The original house consists of a square centre block with a lower square pavilion at
each corner linked to the main front by a curved screen wall and passage. All in
brown brick, red dressings. The early C19 alterations and additions are in stock
brick and the whole house was re-sashed at this date.
Centre block: 3-storeys and basement. Seven windows on all fronts, bands between
storeys and small cornice below top floor. Parapet with stone capping. Old greenish
slate roof.
Pavilions: One-storey, 3 round-headed windows (many blank) with stone archivolts and
key blocks, eaves cornice. Slate roof with lead hips with little urn finials.

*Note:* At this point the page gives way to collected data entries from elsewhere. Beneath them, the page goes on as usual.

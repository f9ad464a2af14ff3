import { norm } from '../geometry/vector.js';
import type { ProjectNode } from '../model/projectSchema.js';
import type { Leg } from '../network/legs.js';
import {
  RUN_TOLERANCE,
  nearestStandardBend,
  standardBendFor,
  runTurn,
  type FittingGeometry,
} from '../network/fittingKind.js';
import type { CaseThrust, ThrustEnvelope } from '../thrust/fittingThrust.js';
import type { Restraint } from '../restraint/sizeRestraint.js';
import { VACUUM_GAUGE_PRESSURE } from '../pressure/nodePressure.js';
import type { CasePressures } from './thrustSums.js';
import { diagnostic, uniqueDiagnostics, type Diagnostic } from '../diagnostics/diagnostic.js';

function negativePressure(node: string, caseId: string, pressure: number, out: Diagnostic[]): void {
  if (pressure >= 0) return;
  const code = pressure <= VACUUM_GAUGE_PRESSURE + 1e-6 ? 'pressure.vapour-floor' : 'pressure.below-zero';
  out.push(diagnostic(code, { node, case: caseId }, { pressure }));
}

/**
 * Water in equals water out at a joint (continuity): a node whose pipes' flows do not balance, or a
 * cap with flow into it, has a flow typed wrong somewhere. Tie-ins and free ends pass water on.
 */
function flowImbalance(node: string, legs: readonly Leg[], geometry: FittingGeometry): Diagnostic | null {
  if (geometry.kind === 'tie-in' || legs.length === 0) return null;
  let net = 0;
  let largest = 0;
  for (const l of legs) {
    net += l.outflow;
    largest = Math.max(largest, Math.abs(l.outflow));
  }
  if (Math.abs(net) <= 1e-6 + 0.01 * largest) return null;
  return geometry.kind === 'dead-end'
    ? diagnostic('flow.into-cap', { node }, { flow: Math.abs(net) })
    : diagnostic('flow.unbalanced', { node }, { net });
}

/**
 * A bend no standard fitting makes: more than the straight-joint tolerance from every standard angle
 * (joints take up that much). The nearest standard bend is named, none under half the smallest.
 */
function oddBend(node: string, g: FittingGeometry): Diagnostic | null {
  if ((g.kind !== 'bend' && g.kind !== 'reducing-bend') || g.deflection === null) return null;
  const angle = g.deflection;
  if (standardBendFor(angle) !== null) return null;
  const nearest = nearestStandardBend(angle);
  return diagnostic('fitting.odd-bend', { node }, nearest === 0 ? { angle } : { angle, nearest });
}

/** A fitting's findings, most severe first: its inputs, its pressures, its restraint, its flows, its valve. */
export function fittingDiagnostics(
  node: ProjectNode,
  legs: readonly Leg[],
  geometry: FittingGeometry,
  /** one state per case, or each case's pressure read without making the states (thrustSums.ts) */
  cases: readonly CaseThrust[] | CasePressures,
  envelope: ThrustEnvelope,
  restraint: Restraint,
  inputs: readonly Diagnostic[],
): Diagnostic[] {
  const found: Diagnostic[] = [...inputs];
  if (typeof cases === 'function') cases((caseId, pressure) => negativePressure(node.id, caseId, pressure, found));
  else for (const c of cases) negativePressure(node.id, c.caseId, c.pressure, found);
  for (const d of restraint.diagnostics) found.push(d);
  const unbalanced = flowImbalance(node.id, legs, geometry);
  if (unbalanced) found.push(unbalanced);
  if (node.valve && geometry.kind === 'valve') found.push(diagnostic('valve.both-ways', { node: node.id }));
  else if (node.valve) found.push(diagnostic('valve.flag-ignored', { node: node.id }));
  if (legs.length > 4) found.push(diagnostic('fitting.many-pipes', { node: node.id }));
  const odd = oddBend(node.id, geometry);
  if (odd) found.push(odd);
  const turn = runTurn(legs, geometry);
  if (turn !== null && turn > RUN_TOLERANCE) found.push(diagnostic('fitting.bent-run', { node: node.id }, { turn }));
  if (norm(envelope.governing.total) === 0) found.push(diagnostic('thrust.none', { node: node.id }));
  // No findings (most fittings): one shared empty list, not one kept per fitting.
  return found.length ? uniqueDiagnostics(found) : NO_FINDINGS;
}

const NO_FINDINGS = Object.freeze([]) as unknown as Diagnostic[];
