import type { LoadCase, ProjectNode } from '../model/projectSchema.js';
import type { Leg } from '../network/legs.js';
import type { FittingGeometry } from '../network/fittingKind.js';
import type { CaseThrust, ThrustEnvelope } from '../thrust/fittingThrust.js';
import type { Restraint } from '../restraint/sizeRestraint.js';
import type { Diagnostic } from '../diagnostics/diagnostic.js';
import type { ProvenanceId } from '../provenance/register.js';
import type { FittingAnalysis } from './analyse.js';
import { fillStates, readCases, type EnvelopeRead, type ThrustSums } from './thrustSums.js';

/** Where a fitting's load states are read from: the analysis's sums (never changed once made) and the cases. */
export interface StateSource {
  sums: ThrustSums;
  /** the fitting's index in `sums` */
  index: number;
  loadCases: readonly LoadCase[];
  density: number;
}

/**
 * A fitting's results, its load states (`states`, `cases`) made from the analysis's typed sums when first
 * read: at 10,000 fittings the three states per fitting and their vectors were most of what an analysis
 * kept alive, and the collector's work grows with what is kept (docs/performance.md). The envelope, which
 * the restraint is sized from, is made at once. `states` and `cases` are own, enumerable accessors, set
 * in the place the fields had, so that a spread, `JSON.stringify`, `structuredClone`, `Object.keys` and
 * a test's deep comparison see the same fields in the same order as before; the source is private.
 */
export class SolvedFitting implements FittingAnalysis {
  declare node: ProjectNode;
  declare mark: string;
  declare run: string;
  declare chainage: number;
  declare legs: Leg[];
  declare geometry: FittingGeometry;
  declare cases: CaseThrust[];
  declare states: CaseThrust[];
  declare envelope: ThrustEnvelope;
  declare waterWeight: number;
  declare restraint: Restraint;
  declare diagnostics: Diagnostic[];
  declare basis: ProvenanceId[];
  #source: StateSource;
  #governingState: number;
  #reverseState: number;
  #states: CaseThrust[] | undefined = undefined;
  #cases: CaseThrust[] | undefined = undefined;

  /**
   * The accessors of every fitting: one shared pair each, so that every fitting keeps one shape. Two
   * `defineProperty` calls cost half of one `defineProperties` call with both (about 0.2 µs each).
   */
  static #casesField: PropertyDescriptor = {
    get(this: SolvedFitting) {
      return this.#cases ?? this.#read().cases;
    },
    set(this: SolvedFitting, v: CaseThrust[]) {
      if (!this.#states) this.#read();
      this.#cases = v;
    },
    enumerable: true,
    configurable: true,
  };
  static #statesField: PropertyDescriptor = {
    get(this: SolvedFitting) {
      return this.#states ?? this.#read().states;
    },
    set(this: SolvedFitting, v: CaseThrust[]) {
      if (!this.#cases) this.#read();
      this.#states = v;
    },
    enumerable: true,
    configurable: true,
  };

  constructor(
    node: ProjectNode,
    mark: string,
    run: string,
    chainage: number,
    legs: Leg[],
    geometry: FittingGeometry,
    source: StateSource,
    known: EnvelopeRead,
    waterWeight: number,
    restraint: Restraint,
    diagnostics: Diagnostic[],
  ) {
    this.#source = source;
    this.#governingState = known.governingState;
    this.#reverseState = known.reverseState;
    // field by field, in the order the fields have always had
    this.node = node;
    this.mark = mark;
    this.run = run;
    this.chainage = chainage;
    this.legs = legs;
    this.geometry = geometry;
    Object.defineProperty(this, 'cases', SolvedFitting.#casesField);
    Object.defineProperty(this, 'states', SolvedFitting.#statesField);
    this.envelope = known.envelope;
    this.waterWeight = waterWeight;
    this.restraint = restraint;
    this.diagnostics = diagnostics;
    this.basis = restraint.basis;
  }

  /** The same fitting at another place (mark, run, chainage) or with other findings. */
  placed(mark: string, run: string, chainage: number, diagnostics: Diagnostic[]): SolvedFitting {
    const moved = new SolvedFitting(
      this.node,
      mark,
      run,
      chainage,
      this.legs,
      this.geometry,
      this.#source,
      { envelope: this.envelope, governingState: this.#governingState, reverseState: this.#reverseState },
      this.waterWeight,
      this.restraint,
      diagnostics,
    );
    moved.#states = this.#states;
    moved.#cases = this.#cases;
    return moved;
  }

  /** The states, made again from the sums as the analysis made them (the same numbers, bit for bit). */
  #read(): { states: CaseThrust[]; cases: CaseThrust[] } {
    const s = this.#source;
    const b = fillStates(s.sums, s.index, s.loadCases, s.density);
    const known = { envelope: this.envelope, governingState: this.#governingState, reverseState: this.#reverseState };
    const read = readCases(b, s.loadCases, this.legs, known);
    this.#states ??= read.states;
    this.#cases ??= read.cases;
    return { states: this.#states, cases: this.#cases };
  }
}
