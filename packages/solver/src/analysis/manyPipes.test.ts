import { describe, it, expect } from 'vitest';
import { analyse } from './analyse.js';
import { route } from '../../test/projectBuilder.js';

/**
 * Five DN300-sized pipes into one node at 72° apart, each ending at a cap 30 m out: no standard fitting
 * joins five pipes (the cross, with four ends, is the largest: common practice), so the node is flagged. Equal areas at equal angles cancel (the five unit vectors of a regular pentagon sum
 * to zero, by hand), so the junction itself has no thrust.
 */
const star = (n: number) =>
  route({
    pressure: 1e6,
    nodes: [
      { id: 'hub', x: 0, y: 0 },
      ...Array.from({ length: n }, (_, i) => ({
        id: `e${i}`,
        x: 30 * Math.cos((2 * Math.PI * i) / n),
        y: 30 * Math.sin((2 * Math.PI * i) / n),
      })),
    ],
    pipes: Array.from({ length: n }, (_, i) => ({ from: 'hub', to: `e${i}`, od: 0.326 })),
  });

describe('a node where more than four pipes meet', () => {
  it('is flagged as no standard fitting, and sized as one junction whose thrust is the vector sum', () => {
    const hub = analyse(star(5)).byNode.get('hub')!;
    const codes = hub.diagnostics.map((d) => d.code);
    expect(codes).toContain('fitting.many-pipes');
    expect(hub.diagnostics.find((d) => d.code === 'fitting.many-pipes')!.severity).toBe('warning');
    expect(Math.hypot(...hub.envelope.governing.total)).toBeLessThan(1e-6 * 1e6 * 0.07);
  });

  it('is not flagged at four (a cross) or fewer', () => {
    for (const n of [3, 4]) {
      const hub = analyse(star(n)).byNode.get('hub')!;
      expect(hub.diagnostics.map((d) => d.code)).not.toContain('fitting.many-pipes');
    }
  });
});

East (Main Entrance) Front: 3-window centre slightly recessed. Central stone porch
with fluted and reeded Ionic columns with enriched caps, and swags carved in the round
between the volutes, enriched entablature and cornice. Original wrought iron railings
to steps. Round-headed window on either side of porch. Early C19 one-storey buildings
built into the curve of screen walls and against pavilions, 4 windows to sides and
semi-circular bays at ends.
South (Garden) Front: Overlooking Bushy Park. Windows 1-5-1 with central round-headed
window on first floor. Windows at either end of facade blocked (when extra chimneys
inserted in early C19). Ground floor stuccoed and windows altered to French under
lead-roofed iron verandah across front with central projecting porch at head of double
flight of steps. Windows on top floor modern casements. Curved passages to pavilions
with round-headed windows. The pavilions themselves have stone Tuscan porches filled
in with brick work and with round-headed windows, on the sides facing each other.

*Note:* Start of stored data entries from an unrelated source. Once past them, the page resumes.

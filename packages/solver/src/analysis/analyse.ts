import type { Vec3 } from '../geometry/vector.js';
import type { Project, ProjectNode } from '../model/projectSchema.js';
import type { Leg } from '../network/legs.js';
import { fittingGeometry, needsRestraint, type FittingGeometry, type FittingKind } from '../network/fittingKind.js';
import type { Run } from '../network/runs.js';
import { routeGraph, type RouteGraph } from '../network/routeGraph.js';
import { runMarks, runTable, type RunTable } from '../network/runTable.js';
import type { CaseThrust, ThrustEnvelope } from '../thrust/fittingThrust.js';
import { waterWeightInFitting } from '../thrust/waterWeight.js';
import { sizeRestraint, type Restraint } from '../restraint/sizeRestraint.js';
import { sameDiagnostic, uniqueDiagnostics, type Diagnostic } from '../diagnostics/diagnostic.js';
import type { ProvenanceId } from '../provenance/register.js';
import { implausibleInputs, type PlausibilityKept } from '../model/plausibility.js';
import { faceTerms, type FaceTerms } from '../restraint/bearingBlock.js';
import { pipeRatingChecks } from '../pressure/pipeRating.js';
import {
  casePressures,
  copySums,
  fillStates,
  readEnvelope,
  thrustSums,
  writeSums,
  type ThrustSums,
} from './thrustSums.js';
import { SolvedFitting } from './solvedFitting.js';
import { fittingDiagnostics } from './fittingDiagnostics.js';
import { routeChange } from './routeChange.js';
import { RouteAnalysis, type RouteTables } from './routeViews.js';
import { keepAnalysis, recentAnalysis } from './recentAnalyses.js';

/** Everything computed for one fitting; the schedule, the plan and the record all read this. */
export interface FittingAnalysis {
  node: ProjectNode;
  /** run letter and number in chainage order along the run: A1, A2 … B1 */
  mark: string;
  /** letter of the run the fitting stands on */
  run: string;
  legs: Leg[];
  geometry: FittingGeometry;
  /** m along its run from the run's start */
  chainage: number;
  /** one state per case, the worst of a valve's open and closed states */
  cases: CaseThrust[];
  /** every load state (a valve has three per case) */
  states: CaseThrust[];
  envelope: ThrustEnvelope;
  /** N, weight of the water in the fitting body (acts in −z; not part of the thrust) */
  waterWeight: number;
  restraint: Restraint;
  /** findings about this fitting, most severe first */
  diagnostics: Diagnostic[];
  /** register entries the results rely on (thrust and restraint) */
  basis: ProvenanceId[];
}

export interface Analysis {
  project: Project;
  /** one entry per node that needs restraint, by run (main first) and chainage */
  fittings: FittingAnalysis[];
  byNode: Map<string, FittingAnalysis>;
  legs: Map<string, Leg[]>;
  runs: Run[];
  /** run letter of every node on a pipe */
  runOf: Map<string, string>;
  /** m along its run of every node on a pipe */
  chainage: Map<string, number>;
  /** marks of every fitting, tie-ins included */
  marks: Map<string, string>;
  /**
   * findings about the project as a whole: inputs outside their usual range, and pipes loaded past
   * their pressure rating; most severe first
   */
  diagnostics: Diagnostic[];
}

const kept = new WeakMap<Analysis, RouteTables>();

/** Thrust, envelope, restraint and findings of fitting `f` from its sums in `sums`. */
function solveFitting(
  project: Project,
  node: ProjectNode,
  legs: Leg[],
  geometry: FittingGeometry,
  mark: string,
  run: string,
  chainage: number,
  inputs: readonly Diagnostic[],
  sums: ThrustSums,
  f: number,
  before: FittingAnalysis | undefined,
  faces?: FaceTerms,
): FittingAnalysis {
  const source = { sums, index: f, loadCases: project.loadCases, density: project.water.density };
  const b = fillStates(sums, f, source.loadCases, source.density);
  const known = readEnvelope(b, source.loadCases, legs);
  const envelope = known.envelope;
  // The restraint reads the project's design and soils, the node, its legs and the envelope only.
  const restraint =
    before && sameEnvelope(before.envelope, envelope)
      ? before.restraint
      : sizeRestraint(project, node, legs, geometry, envelope, false, faces);
  // the findings read each case's pressure from the buffer, before the next fitting fills it
  const diagnostics = fittingDiagnostics(
    node,
    legs,
    geometry,
    casePressures(b, source.loadCases),
    envelope,
    restraint,
    inputs,
  );
  return new SolvedFitting(
    node,
    mark,
    run,
    chainage,
    legs,
    geometry,
    source,
    known,
    before ? before.waterWeight : waterWeightInFitting(legs, project.water.density),
    restraint,
    diagnostics,
  );
}

const sameVec = (a: Vec3, b: Vec3) => a[0] === b[0] && a[1] === b[1] && a[2] === b[2];
const sameState = (a: CaseThrust, b: CaseThrust) =>
  a.caseId === b.caseId &&
  a.pressure === b.pressure &&
  a.closedAgainst === b.closedAgainst &&
  sameVec(a.total, b.total);

/** Two envelopes with the same numbers: the restraint sized for one holds for the other. */
function sameEnvelope(a: ThrustEnvelope, b: ThrustEnvelope): boolean {
  return (
    sameState(a.governing, b.governing) &&
    a.horizontal.force === b.horizontal.force &&
    a.horizontal.caseId === b.horizontal.caseId &&
    sameVec(a.horizontal.direction, b.horizontal.direction) &&
    a.upward.force === b.upward.force &&
    a.upward.caseId === b.upward.caseId &&
    a.downward.force === b.downward.force &&
    a.downward.caseId === b.downward.caseId &&
    a.pressure === b.pressure &&
    (a.reverse === null
      ? b.reverse === null
      : b.reverse !== null &&
        a.reverse.force === b.reverse.force &&
        a.reverse.caseId === b.reverse.caseId &&
        sameVec(a.reverse.direction, b.reverse.direction) &&
        sameState(a.reverse.state, b.reverse.state))
  );
}

function byNode(list: readonly Diagnostic[]): Map<string, Diagnostic[]> {
  const out = new Map<string, Diagnostic[]>();
  for (const d of list) {
    const id = d.subject.node;
    if (id === undefined) continue;
    const at = out.get(id);
    if (at) at.push(d);
    else out.set(id, [d]);
  }
  return out;
}

const NONE: readonly Diagnostic[] = [];

function sameList(a: readonly Diagnostic[], b: readonly Diagnostic[]): boolean {
  return a.length === b.length && a.every((d, i) => sameDiagnostic(d, b[i]!));
}

type Reuse = { analysis: Analysis; kept: RouteTables; reuse: (id: string) => 'all' | 'sums' | 'none' } | null;

/** An analysis being put together: what every fitting reads, and the fittings solved so far. */
interface Assembly {
  project: Project;
  route: RouteTables;
  prev: Reuse;
  inputs: Diagnostic[];
  atNode: Map<string, Diagnostic[]>;
  /** node indices of the fittings, by run and chainage */
  order: number[];
  fittings: FittingAnalysis[];
}

const isFitting = (kind: FittingKind) => kind !== 'straight' && kind !== 'none';

function startAssembly(
  project: Project,
  graph: RouteGraph,
  geometry: FittingGeometry[],
  runs: RunTable,
  prev: Reuse,
): Assembly {
  const { marks, order: markOrder } = runMarks(runs, (i) => isFitting(geometry[i]!.kind));
  const plausible: PlausibilityKept = {};
  const inputs = implausibleInputs(project, graph.index, plausible);
  const order: number[] = [];
  const fittingAt = new Int32Array(graph.nodes.length).fill(-1);
  for (let r = 0; r < runs.letters.length; r++) {
    for (let s = runs.runFirst[r]!; s < runs.runFirst[r + 1]!; s++) {
      const i = runs.seqNode[s]!;
      if (runs.owner[i] !== r || !needsRestraint(geometry[i]!.kind) || fittingAt[i]! >= 0) continue;
      fittingAt[i] = order.length;
      order.push(i);
    }
  }
  return {
    project,
    route: {
      graph,
      runs,
      marks,
      markOrder,
      geometry,
      fittingAt,
      sums: thrustSums(order.length),
      plausible,
      views: {},
    },
    prev,
    inputs,
    atNode: byNode(inputs),
    order,
    fittings: new Array<FittingAnalysis>(order.length),
  };
}

/** Solves fitting `f` of the assembly, reusing what the analysis before computed where it may. */
function solveAt(s: Assembly, f: number): void {
  const { project, prev, fittings, route } = s;
  const { graph, runs, sums } = route;
  const i = s.order[f]!;
  const node = graph.nodes[i]!;
  const id = node.id;
  const g = route.geometry[i]!;
  const l = graph.legs[i]!;
  const mark = route.marks[i]!;
  const run = runs.letters[runs.owner[i]!]!;
  const chainage = runs.chainage[i]!;
  const here = s.atNode.get(id) ?? NONE;
  const reuse = prev ? prev.reuse(id) : 'none';
  let old: FittingAnalysis | undefined;
  let oldIndex = -1;
  if (reuse !== 'none') {
    const k = prev!.kept;
    const at = k.graph.index.get(id);
    oldIndex = at === undefined ? -1 : k.fittingAt[at]!;
    if (oldIndex >= 0) old = prev!.analysis.fittings[oldIndex];
  }
  if (old) copySums(prev!.kept.sums, oldIndex, sums, f);
  else writeSums(sums, f, l, node.elevation, node.valve && g.kind === 'valve');
  // A restrained length capped by the line beyond the neighbours is sized again after any edit.
  if (reuse === 'all' && old && !old.restraint.dependsOnRoute) {
    const moved = old.mark !== mark || old.run !== run || old.chainage !== chainage;
    const reworded = !sameList(
      old.diagnostics.filter((d) => d.subject.node === id && d.subject.field),
      here,
    );
    if (!moved && !reworded) fittings[f] = old;
    else {
      const diagnostics = reworded
        ? fittingDiagnostics(node, l, g, old.cases, old.envelope, old.restraint, here)
        : old.diagnostics;
      fittings[f] =
        old instanceof SolvedFitting
          ? old.placed(mark, run, chainage, diagnostics)
          : { ...old, mark, run, chainage, diagnostics };
    }
  } else {
    fittings[f] = solveFitting(
      project,
      node,
      l,
      g,
      mark,
      run,
      chainage,
      here,
      sums,
      f,
      reuse === 'sums' ? old : undefined,
    );
  }
}

function finishAssembly(s: Assembly): Analysis {
  const { project, fittings } = s;
  const diagnostics = uniqueDiagnostics([...s.inputs, ...pipeRatingChecks(project)]);
  const analysis = new RouteAnalysis(project, fittings, diagnostics, s.route);
  kept.set(analysis, s.route);
  return analysis;
}

/**
 * The analysis of `project` from its graph and geometry, reusing what `prev` computed where `reuse`
 * says a fitting did not change (`'all'`: its thrust and restraint; `'sums'`: its sums only).
 */
function assemble(project: Project, graph: RouteGraph, geometry: FittingGeometry[], prev: Reuse): Analysis {
  const s = startAssembly(project, graph, geometry, runTable(project, graph), prev);
  for (let f = 0; f < s.order.length; f++) solveAt(s, f);
  return finishAssembly(s);
}

/**
 * A load-case edit: the same fittings in the same order with the same sums; each is rescaled, and its
 * restraint kept where its envelope did not change.
 */
function rescale(prev: Analysis, k: RouteTables, project: Project): Analysis {
  const inputs = implausibleInputs(project, k.graph.index, k.plausible);
  const atNode = byNode(inputs);
  const n = prev.fittings.length;
  const fittings = new Array<FittingAnalysis>(n);
  // the block search's terms that do not depend on the thrust, per fitting, kept with the route
  const faces = (k.faces ??= new Array<FaceTerms>(n));
  for (let f = 0; f < n; f++) {
    const old = prev.fittings[f]!;
    const here = atNode.get(old.node.id) ?? NONE;
    fittings[f] = solveFitting(
      project,
      old.node,
      old.legs,
      old.geometry,
      old.mark,
      old.run,
      old.chainage,
      here,
      k.sums,
      f,
      old,
      (faces[f] ??= faceTerms()),
    );
  }
  // a case edit changes the pressure on every pipe: its rating checks are made again
  const diagnostics = uniqueDiagnostics([...inputs, ...pipeRatingChecks(project)]);
  const analysis = new RouteAnalysis(project, fittings, diagnostics, k);
  kept.set(analysis, k);
  return analysis;
}

function geometryOf(graph: RouteGraph): FittingGeometry[] {
  const { nodes, legs } = graph;
  const geometry = new Array<FittingGeometry>(nodes.length);
  for (let i = 0; i < nodes.length; i++) geometry[i] = fittingGeometry(nodes[i]!, legs[i]!);
  return geometry;
}

/** The whole route's fittings, thrusts and restraints: a pure function of the project document. */
export function analyseProject(project: Project): Analysis {
  const graph = routeGraph(project);
  return assemble(project, graph, geometryOf(graph), null);
}

/**
 * `analyseProject` a step at a time, for a caller that must not hold the thread for long (the app
 * opening a long route): it yields after each phase and after every `chunk` fittings, and returns the
 * same analysis, which `analyse` then returns for this document without computing it again.
 */
export function* analyseInSteps(project: Project, chunk = 200): Generator<void, Analysis, void> {
  const done = recentAnalysis(project);
  if (done) return done;
  const graph = routeGraph(project);
  yield;
  const geometry = geometryOf(graph);
  yield;
  const runs = runTable(project, graph);
  yield;
  const s = startAssembly(project, graph, geometry, runs, null);
  yield;
  for (let f = 0; f < s.order.length; f++) {
    solveAt(s, f);
    if ((f + 1) % chunk === 0) yield;
  }
  const analysis = finishAssembly(s);
  keepAnalysis(project, analysis);
  return analysis;
}

/**
 * The analysis of `project`, an edit of the document `prev` analysed, computing only what the edit can
 * change (the result equals analyseProject(project)):
 * - load cases only (a pressure, a flow factor): the route, its marks and every fitting's geometric sums
 *   are kept; each fitting's thrust is rescaled, and its restraint sized again only where its envelope
 *   of thrusts changed;
 * - nodes or pipes: the fittings at and next to what moved get their legs, geometry and sums again;
 *   the others keep their results (and take their new mark and chainage); the runs are walked again;
 * - anything else (water, design, soils): the whole analysis.
 */
export function analyseNext(prev: Analysis | null | undefined, project: Project): Analysis {
  if (!prev) return analyseProject(project);
  if (prev.project === project) return prev;
  const k = kept.get(prev);
  if (!k) return analyseProject(project);
  const change = routeChange(prev.project, project, prev.legs);
  if (change.kind === 'all') return analyseProject(project);
  if (change.kind === 'same') {
    const same = new RouteAnalysis(project, prev.fittings, prev.diagnostics, k);
    kept.set(same, k);
    return same;
  }
  if (change.kind === 'cases') return rescale(prev, k, project);
  const { dirty } = change;
  const before = k.graph;
  const graph = routeGraph(project, (id) => {
    if (dirty.has(id)) return undefined;
    const at = before.index.get(id);
    return at === undefined ? undefined : before.legs[at];
  });
  const geometry = new Array<FittingGeometry>(graph.nodes.length);
  for (let i = 0; i < graph.nodes.length; i++) {
    const n = graph.nodes[i]!;
    const at = dirty.has(n.id) ? undefined : before.index.get(n.id);
    geometry[i] = at === undefined ? fittingGeometry(n, graph.legs[i]!) : k.geometry[at]!;
  }
  const clean = change.cases ? 'sums' : 'all';
  return assemble(project, graph, geometry, {
    analysis: prev,
    kept: k,
    reuse: (id) => (dirty.has(id) ? 'none' : clean),
  });
}

/**
 * `analyseProject`, memoised by document identity for the documents asked for last (recentAnalyses.ts):
 * an unchanged document is not recomputed. Given
 * the analysis of the document before an edit, only what the edit changed is computed (analyseNext).
 */
export function analyse(project: Project, prev?: Analysis | null): Analysis {
  let result = recentAnalysis(project);
  if (!result) {
    result = analyseNext(prev, project);
    keepAnalysis(project, result);
  }
  return result;
}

On the ends they are stuccoed with tall square-headed windows under lead hooded iron
verandahs across the front.
West Front (also on Garden): As east front (q.v.) with early C19 buildings in angles of
screen walls and pavilions. Early C19 Tuscan porch with 3 columns grouped at the
North Front: Masked by early C19 stock brick additions - notably a wing built out in
centre. These are 3-storey but much lower; 3 windows each side with plain modillion
cornice and slate roof. Central stock of coupled arches. Wooden porte cochere. This
part contained the later kitchen and service quarters. Facing across what was once
the coach yard are some other early C19 buildings formerly the stables.
Interior: Mainly of early C19 and later and very plain. Little of the original
decoration remains beyond 2 staircases and some panelling and carved doors and shutters,
and the fireplace and woodwork of the hall. Many of the rooms are now lined with dis-
tempered paper over canvas apparently covering the earlier panelling.
There is one small octagonal room, "The Little Library", lined with early C19 grained
yellow and black bookcases with "Gothic" wire grilles.

Listing NGR: TQ1557770357

This text is from the original listing, and may not necessarily reflect the current setting of the building.